Closing the gap: Maz'ya-Shaposhnikova and asymptotics of fractional perimeters

TL;DR

This paper generalizes the Maz'ya-Shaposhnikova formula for fractional perimeters, linking classical norms and nonlocal perimeters through a new limiting functional, with extensions to metric measure spaces.

Contribution

It introduces a new framework for understanding the asymptotics of fractional perimeters and Gagliardo seminorms, extending classical results to broader function spaces and metric measure spaces.

Findings

Derived a generalized limit formula for fractional Gagliardo seminorms at s→0+

Connected classical L^2 norms with fractional perimeter asymptotics

Established Gamma-convergence of seminorms in weak-L^2 topology

Abstract

We prove a generalization of the Maz'ya-Shaposhnikova formula in the case $p=2$ for functions that may not belong to ${L^2}(\mathbb{R}^d)$ and, thus, might not vanish at infinity.

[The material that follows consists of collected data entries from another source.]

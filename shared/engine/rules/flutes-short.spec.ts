import { test } from 'vitest';
import { checkRule } from '../testing/check-rule';
import { changedTools } from '../testing/test-shop';
import { flutesShort } from './flutes-short';

test('holds a cut deeper than the flutes', () => {
  checkRule(
    flutesShort,
    {},
    `
G21 G90 G54
T1 M6
G43 H1 G0 Z5
G0 X50 Y50
G1 Z-25.5 F500
   ^^^^^^ flutes-short (hold): The tip goes 25.5 mm (1.004 in) under the top of the stock, but the flutes of T1 (10 mm end mill) are 25 mm (0.984 in) long.
M30
`,
  );
});

test('allows exactly their length, a thinner shank, and flutes nobody entered', () => {
  checkRule(
    flutesShort,
    { tools: changedTools({ 2: { shank: 4 }, 4: { fluteLength: 0 } }) },
    `
G21 G90 G54
T1 M6
G43 H1 G0 Z5
G0 X50 Y50
G1 Z-25 F500
G0 Z5
T2 M6
G43 H2 Z5
G1 Z-30
T4 M6
G43 H4 Z5
G1 Z-30
M30
`,
  );
});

By introducing a notion of mass at infinity, we explicitly characterize the limit as $s\to0^+$ of Gagliardo seminorms localized on a bounded Lipschitz domain $\Omega$. By `localized', we mean here that we account only for interactions involving at least one point in $\Omega$. The identified limiting functional provides a unifying framework to link the classical Maz'ya-Shaposhnikova formula and the asymptotics of nonlocal perimeters. On the one hand, it reduces to the classical $L^2$ norm for functions that are globally integrable on $\mathbb{R}^d$. On the other hand, it recovers the pointwise limit of $s$-fractional perimeters when evaluated on characteristic functions of sets. We further show that the same functional encodes the asymptotic behavior of Gagliardo seminorms in the sense of Gamma-convergence with respect to the weak-$L^2$ topology. Finally, we provide an extension to the setting of metric measure spaces.